Creamy Tuscan Chicken Pasta (Printable Version)

Juicy chicken, rigatoni, and spinach in a creamy tomato sauce for a comforting, easy weeknight dinner.

# What You'll Need:

→ Chicken Spice Rub

01 - 4 chicken cutlets or 2 chicken breasts, halved
02 - 2 teaspoons garlic powder
03 - 2 teaspoons smoked paprika
04 - 2 teaspoons dried parsley or oregano
05 - 1 ½ teaspoons salt
06 - ½ teaspoon black pepper

→ Pasta & Sauce

07 - 4 tablespoons oil
08 - 2 tablespoons butter
09 - 4 garlic cloves, minced
10 - 2 cups cherry tomatoes, halved
11 - 2 tablespoons tomato paste
12 - 2 cups heavy cream
13 - 2 tablespoons all-purpose flour
14 - ½ cup water (for flour slurry)
15 - 2 teaspoons garlic powder
16 - 2 teaspoons smoked paprika
17 - 1 cup fresh spinach, chopped
18 - 16 oz rigatoni pasta
19 - Salt and pepper, to taste

# Steps to Follow:

01 - In a small bowl, mix all the spice rub ingredients.

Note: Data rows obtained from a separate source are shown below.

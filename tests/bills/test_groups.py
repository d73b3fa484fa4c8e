"""Several accounts in one file: each line goes to its own account or to nobody, never by guess.

Invented files; expected values are read off them by eye.
"""

from __future__ import annotations

from pathlib import Path

import pytest

from normalize.bills.groups import Group, answers_that_choose, labels, named
from normalize.bills.read import read_bills
from normalize.errors import AmbiguousBills, UnreadableBills


def file_of(folder: Path, text: str) -> Path:
    file = folder / "bills.csv"
    file.write_text(text)
    return file


TAIL = (
    "Account,Start,End,Therms\n"
    "1111005678,2023-01-05,2023-02-06,81\n1111005678,2023-02-06,2023-03-07,70\n"
    "2222005678,2023-03-07,2023-04-06,9\n2222005678,2023-04-06,2023-05-06,8\n"
)


def test_an_ending_of_two_numbers_is_asked_about_and_never_added_up(tmp_path: Path) -> None:
    file = file_of(tmp_path, TAIL)
    with pytest.raises(AmbiguousBills) as asked:
        read_bills(file, rows="5678")
    # Seven digits would be needed; so many of a number are not shown.
    assert 'rows = "account 1" or rows = "account 2"' in str(asked.value)
    assert read_bills(file, rows="account 2").periods.use.tolist() == [9.0, 8.0]
    for ending, use in (("1111005678", [81.0, 70.0]), ("2222005678", [9.0, 8.0])):
        assert read_bills(file, rows=ending).periods.use.tolist() == use


def test_each_choice_of_the_question_answers_it(tmp_path: Path) -> None:
    import re

    text = "Account,Service,Start,End,Usage,Unit\n" + "".join(
        f"{account},{fuel},{a},{b},{use},{unit}\n"
        for account, use in (("900011234", 10), ("800011234", 20), ("North barn", 30))
        for fuel, unit in (("Electric", "kWh"), ("Gas", "therms"))
        for a, b in (("2023-01-05", "2023-02-06"), ("2023-02-06", "2023-03-07"))
    )
    file = file_of(tmp_path, text)
    with pytest.raises(AmbiguousBills) as asked:
        read_bills(file)
    choices = [dict(re.findall(r'(\w+) = "([^"]+)"', part))
               for part in str(asked.value).split(" or ")]  # fmt: skip
    choices = [c for c in choices if c]
    assert len(choices) == 6
    found = [(read_bills(file, **c).periods.use.tolist(), read_bills(file, **c).fuel)
             for c in choices]  # fmt: skip
    assert [u for u, _ in found] == [[10.0] * 2, [10.0] * 2, [20.0] * 2, [20.0] * 2,
                                     [30.0] * 2, [30.0] * 2]  # fmt: skip
    assert [f for _, f in found] == ["electricity", "natural gas"] * 3
    assert "900011234" not in str(asked.value)


def test_a_fuel_named_by_rows_does_not_add_accounts_up(tmp_path: Path) -> None:
    """The same fuel of two accounts: naming the fuel is not enough."""
    text = "Account,Service,Start,End,Usage,Unit\n" + "".join(
        f"{account},{fuel},2023-01-05,2023-02-06,{use},{unit}\n"
        for account, use in (("A1", 10), ("B2", 20))
        for fuel, unit in (("Electric", "kWh"), ("Gas", "therms"))
    )
    with pytest.raises(AmbiguousBills, match="2 accounts"):
        read_bills(file_of(tmp_path, text), rows="Gas")


def test_lines_without_a_number_belong_to_nobody(tmp_path: Path) -> None:
    text = TAIL.replace("1111005678,2023-02-06", ",2023-02-06")
    bills = read_bills(file_of(tmp_path, text), rows="1111005678", end_dates="exclusive")
    assert bills.periods.use.tolist() == [81.0]
    assert any("1 line left out: the line does not say whose it is" in s for s in bills.reading)


def test_lines_without_a_number_belong_to_the_only_account_there_is(tmp_path: Path) -> None:
    text = (
        "Account,Start,End,Therms\n1111005678,2023-01-05,2023-02-06,81\n"
        ",2023-02-06,2023-03-07,70\n,2023-03-07,2023-04-06,60\n"
    )
    assert read_bills(file_of(tmp_path, text)).periods.use.tolist() == [81.0, 70.0, 60.0]


def test_an_account_without_its_meter_on_one_line(tmp_path: Path) -> None:
    """The account has one meter, so its number is enough; with two it is not."""
    one = (
        "Account,Meter,Start,End,Therms\nA1,M7,2023-01-05,2023-02-06,81\n"
        "A1,,2023-02-06,2023-03-07,70\nB2,M8,2023-01-05,2023-02-06,5\n"
        "B2,M8,2023-02-06,2023-03-07,6\n"
    )
    assert read_bills(file_of(tmp_path, one), rows="A1").periods.use.tolist() == [81.0, 70.0]
    two = one + "A1,M9,2023-01-05,2023-02-06,1\nA1,M9,2023-02-06,2023-03-07,2\n"
    assert read_bills(file_of(tmp_path, two), rows="M7", end_dates="exclusive").periods.n == 1


def test_an_unknown_name_lists_those_there_are(tmp_path: Path) -> None:
    with pytest.raises(UnreadableBills, match="wanted one of …5678"):
        read_bills(file_of(tmp_path, TAIL), rows="9999")


def test_labels_are_masked_and_no_two_are_alike() -> None:
    groups = [
        Group(("1111005678", "M1"), "", ()), Group(("2222005678", "M2"), "", ()),
        Group(("3333005678", "M2"), "", ()), Group(("House",), "", ()),
        Group(("…5678 account M2 (1)",), "", ()),
    ]  # fmt: skip
    found = labels(groups)
    assert len(set(found)) == len(groups)
    assert found[3] == "House"
    assert not any("005678" in text for text in found)


def test_the_shortest_ending_that_is_of_one_account_only() -> None:
    groups = [
        Group((n,), "", ()) for n in ("5678", "125678", "99125678", "777")
    ]  # each ends the next
    chosen = answers_that_choose(groups)
    for group, lines in zip(groups, chosen, strict=True):
        assert named(groups, lines["rows"]) == [group]
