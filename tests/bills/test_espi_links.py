"""Which parts of an ESPI file belong together, found by index: as a search through all would.

The rule is written down here once more, parent by parent, as the reference.
"""

from __future__ import annotations

from collections.abc import Sequence
from pathlib import Path

import pytest
from hypothesis import given
from hypothesis import strategies as st

from normalize.bills.accounts import read_accounts
from normalize.bills.espi_links import MOST_LINKS, Parents
from normalize.bills.espi_xml import Entry
from normalize.errors import UnreadableBills
from tests.bills import espi_makers as espi


def same(a: str, b: str) -> bool:
    short, long = sorted((a, b), key=len)
    return bool(a) and (a == b or ("/" in short and long.endswith("/" + short)))


def belongs(child: Entry, parent: Entry) -> bool:
    to_child = any(same(path, link) for path in (child.own, child.up) for link in parent.related)
    to_parent = any(same(parent.own, link) for link in child.related)
    below = any(f"/{parent.own}/" in f"/{link}/" for link in (child.up, child.own) if link)
    return to_child or to_parent or (bool(parent.own) and below)


def searched(child: Entry, parents: Sequence[Entry]) -> int | None:
    hits = [n for n, parent in enumerate(parents) if belongs(child, parent)]
    if hits:
        return max(hits, key=lambda n: len(parents[n].own))
    return 0 if len(parents) == 1 else None


PATHS = st.lists(st.sampled_from(["U", "P", "M", "1", "2"]), max_size=5).map("/".join)
ENTRIES = st.builds(
    Entry, st.just("x"), PATHS, PATHS, st.lists(PATHS, max_size=2).map(tuple), st.just({})
)


@given(ENTRIES, st.lists(ENTRIES, max_size=4))
def test_the_index_finds_what_a_search_finds(child: Entry, parents: list[Entry]) -> None:
    assert Parents(parents, "x.xml").place(child) == searched(child, parents)


def test_the_parent_that_is_named_most_fully() -> None:
    parents = [Entry("meterreading", own, "", (), {}) for own in ("U/1", "U/1/P/2", "P/2")]
    child = Entry("intervalblock", "U/1/P/2/M/3", "U/1/P/2/M", (), {})
    assert Parents(parents, "x.xml").place(child) == 1
    assert Parents(parents, "x.xml").place(Entry("intervalblock", "Q/9", "", (), {})) is None


def test_a_file_of_links_without_end_is_refused() -> None:
    parents = [Entry("usagepoint", "U/1", "", ("U/1",) * (MOST_LINKS + 1), {})]
    with pytest.raises(UnreadableBills, match="links"):
        Parents(parents, "x.xml")


def test_kinds_of_readings_that_hang_below_their_meter(tmp_path: Path) -> None:
    """No link names them; their own paths do.  Two meters, kWh and Wh."""
    entries = [espi.clock()]
    for n, power in ((1, 0), (2, 3)):
        own = f"U/1/UsagePoint/{n}"
        months = [espi.reading(espi.JAN, espi.FEB - espi.JAN, 5000),
                  espi.reading(espi.FEB, espi.MAR - espi.FEB, 6000)]  # fmt: skip
        entries += [
            espi.point("0", own), espi.meter(f"{own}/MeterReading/1", "nothing"),
            espi.block(months, own=f"{own}/MeterReading/1/IntervalBlock/1"),
            espi.reading_type(
                f"{own}/MeterReading/1/ReadingType/1", uom=72, powerOfTenMultiplier=power
            ),
        ]  # fmt: skip
    file = tmp_path / "usage.xml"
    file.write_text(espi.feed(*entries))
    found = [b.periods.use.tolist() for b in read_accounts(file).bills]
    assert found == [[5.0, 6.0], [5000.0, 6000.0]]
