"""Files as they are saved: encodings, delimiters, titles, footers, pages, workbooks."""

from __future__ import annotations

from datetime import date
from pathlib import Path

import pytest

from normalize.bills.read import read_bills
from tests.bills.ugly import JFM, Ugly, check_words, periods_of, read, written_and_read

CORPUS = [
    Ugly(
        "nothing",
        "Start,End,Usage (therms),Cost\n2023-01-05,2023-02-06,81,95.10\n"
        "2023-02-06,2023-03-07,70.5,88\n",
        JFM,
        costs=[95.10, 88.0],
        unit="therm",
        fuel="natural gas",
        reading=("usage from column 'Usage (therms)'",),
    ),
    Ugly(
        "tabs, UTF-16 with its mark (a spreadsheet's 'Unicode text')",
        "Start\tEnd\tTherms\n1/5/2023\t2/6/2023\t81\n2/6/2023\t3/17/2023\t70.5\n".encode("utf-16"),
        [("2023-01-05", "2023-02-06", 81.0), ("2023-02-06", "2023-03-17", 70.5)],
        reading=("dates are month first",),
    ),
    Ugly(
        "UTF-16 without its mark",
        "Start,End,Therms\n2023-01-05,2023-02-06,81\n2023-02-06,2023-03-07,70.5\n".encode(
            "utf-16-le"
        ),
        JFM,
    ),
    Ugly(
        "bars between columns, cp1252 pound signs, byte order mark absent",
        "Start|End|Therms|Cost £\n2023-01-05|2023-02-06|81|£95.10\n"
        "2023-02-06|2023-03-07|70.5|£88\n".encode("cp1252"),
        JFM,
        costs=[95.1, 88.0],
    ),
    Ugly(
        "UTF-8 mark, sep= line, quotes, empty lines, CRLF",
        '\ufeffsep=;\r\n\r\n"Start";"End";"Therms"\r\n"2023-01-05";"2023-02-06";"81"\r\n\r\n'
        '"2023-02-06";"2023-03-07";"70.5"\r\n',
        JFM,
    ),
    Ugly(
        "title, address and remarks above the header; total and remark below",
        "Usage history\nCustomer: A. Person\nService from 1/1/2023 to 12/31/2023\n\n"
        "Start Date,End Date,Usage (therms),Amount\n2023-01-05,2023-02-06,81,95.10\n"
        "2023-02-06,2023-03-07,70.5,88\nTotal,,151.5,183.10\nThank you for saving paper,,,\n",
        JFM,
        left_out={8: "a total"},
        reading=("header on line 5", "line 9 passed over"),
    ),
    Ugly(
        "header repeated on each page",
        "Start,End,Therms\n2023-01-05,2023-02-06,81\nStart,End,Therms\n"
        "2023-02-06,2023-03-07,70.5\n",
        JFM,
        reading=("the header is repeated on line 3",),
    ),
    Ugly(
        "ragged lines, spare columns, spaces and hard spaces",
        "Start , End,\u00a0Therms ,,\n 2023-01-05 ,2023-02-06,\u00a081\u00a0,,,,\n"
        "2023-02-06,2023-03-07,70.5\n",
        JFM,
    ),
    Ugly(
        "a formula and markup in cells that are not used",
        'Start,End,Therms,Notes\n2023-01-05,2023-02-06,81,"=cmd()"\n'
        "2023-02-06,2023-03-07,70.5,<script>x</script>\n",
        JFM,
    ),
    Ugly(
        "text in usage, a date in year 9999, a wrong year, a blank date",
        "Start,End,Therms\n2023-01-05,2023-02-06,81\n2023-02-06,2023-03-07,70.5\n"
        "2023-03-07,2023-04-06,see bill\n2023-04-06,9999-05-07,4\n2023-04-06,,4\n"
        "1023-04-06,2023-05-06,1\n",
        JFM,
        left_out={
            4: "usage 'see bill' is not a number",
            5: "a date outside 1900 to 2100",
            6: "no end date given",
            7: "a date outside 1900 to 2100",
        },
    ),
    Ugly(
        "nan, inf, 1e308 and a negative year",
        "Start,End,Therms\n2023-01-05,2023-02-06,81\n2023-02-06,2023-03-07,70.5\n"
        "2023-03-07,2023-04-06,nan\n2023-04-06,2023-05-06,inf\n2023-05-06,2023-06-06,1e308\n"
        "-5,2023-07-01,3\n",
        JFM,
        left_out={
            4: "no usage given",
            5: "usage 'inf' is not a number",
            6: "usage is missing or not a number that can be billed",
            7: "not a date",
        },
    ),
]


@pytest.mark.parametrize("case", CORPUS, ids=lambda c: c.wrong)
def test_ugly_file(case: Ugly, tmp_path: Path) -> None:
    bills = read(case, tmp_path)
    assert periods_of(bills) == case.periods
    check_words(case, bills)


@pytest.mark.parametrize("case", CORPUS, ids=lambda c: c.wrong)
def test_round_trip(case: Ugly, tmp_path: Path) -> None:
    bills = read(case, tmp_path)
    assert periods_of(written_and_read(bills, tmp_path)) == periods_of(bills)


def test_same_table_as_a_workbook(tmp_path: Path) -> None:
    """Dates as dates, numbers as text, a title and a help sheet; in both of Excel's calendars."""
    from openpyxl import Workbook
    from openpyxl.utils.datetime import CALENDAR_MAC_1904

    for epoch in (None, CALENDAR_MAC_1904):
        book = Workbook()
        if epoch is not None:
            book.epoch = epoch
        sheet = book.active
        assert sheet is not None
        sheet.title = "Bills"
        sheet.append(["History of use"])
        sheet.append(["Start", "End", "Therms", "Estimated"])
        sheet.append([date(2023, 1, 5), date(2023, 2, 6), "81", False])
        sheet.append([date(2023, 2, 6), "2023-03-07", 70.5, "no"])
        book.create_sheet("Help").append(["Fill in the other sheet"])
        file = tmp_path / "bills.xlsx"
        book.save(file)
        bills = read_bills(file)
        assert periods_of(bills) == JFM
        assert "sheet 'Bills'" in bills.reading
        assert [row.line for row in bills.rows] == [3, 4]


def test_hidden_rows_and_sheets_formulas_and_merged_headings(tmp_path: Path) -> None:
    """Hidden rows are read and told; hidden sheets are not; a merged heading is of its columns."""
    from openpyxl import Workbook

    book = Workbook()
    sheet = book.active
    assert sheet is not None
    sheet.append(["", "", "Gas", "", "Electricity", ""])
    sheet.merge_cells("C1:D1")
    sheet.merge_cells("E1:F1")
    sheet.append(["Start", "End", "Use", "Cost", "Use", "Cost"])
    sheet.append([date(2023, 1, 5), date(2023, 2, 6), 81, 90, 700, 80])
    sheet.append([date(2023, 2, 6), date(2023, 3, 7), 70.5, 80, 600, 70])
    sheet.append([date(2023, 3, 7), date(2023, 4, 6), "=1+1", 80, 500, 60])
    sheet.row_dimensions[4].hidden = True
    other = book.create_sheet("old")
    other.append(["Start", "End", "Therms"])
    other.append([date(2013, 1, 5), date(2013, 2, 6), 1])
    other.sheet_state = "hidden"
    file = tmp_path / "bills.xlsx"
    book.save(file)
    bills = read_bills(file, fuel="natural gas", unit="therm")
    assert periods_of(bills) == JFM
    assert bills.periods.cost.tolist() == [90.0, 80.0]
    assert any("1 row that the sheet hides" in c and "line 4" in c for c in bills.cautions)
    assert any("1 formula without a stored result" in c for c in bills.cautions)
    power = read_bills(file, fuel="electricity", unit="kWh")
    assert power.periods.use.tolist() == [700.0, 600.0, 500.0]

Coat both sides of the chicken cutlets evenly.
02 - Heat a large skillet over medium heat and add the oil. Sear the chicken for 4-5 minutes per side until golden brown and fully cooked. Remove from the skillet and set aside.
03 - In the same pan, add butter and minced garlic. Sauté for 1 minute, then add cherry tomatoes. Cook for 8-10 minutes, stirring occasionally, until the tomatoes soften and release their juices. Stir in the tomato paste, then pour in the heavy cream. If needed, whisk together the flour and water to make a slurry, remove the pan from heat, and gradually stir it in to prevent clumps.
04 - Let the sauce simmer for 10 minutes until thickened. Meanwhile, cook the rigatoni in salted boiling water until al dente. Drain and rinse briefly under cold water to stop the cooking process.
05 - Stir in the garlic powder, smoked paprika, and chopped spinach. Add the cooked pasta, tossing to coat it in the creamy sauce. Taste and adjust seasoning with salt and pepper.
06 - Slice the cooked chicken and place it on top of the pasta. Serve immediately and enjoy this comforting, creamy dish!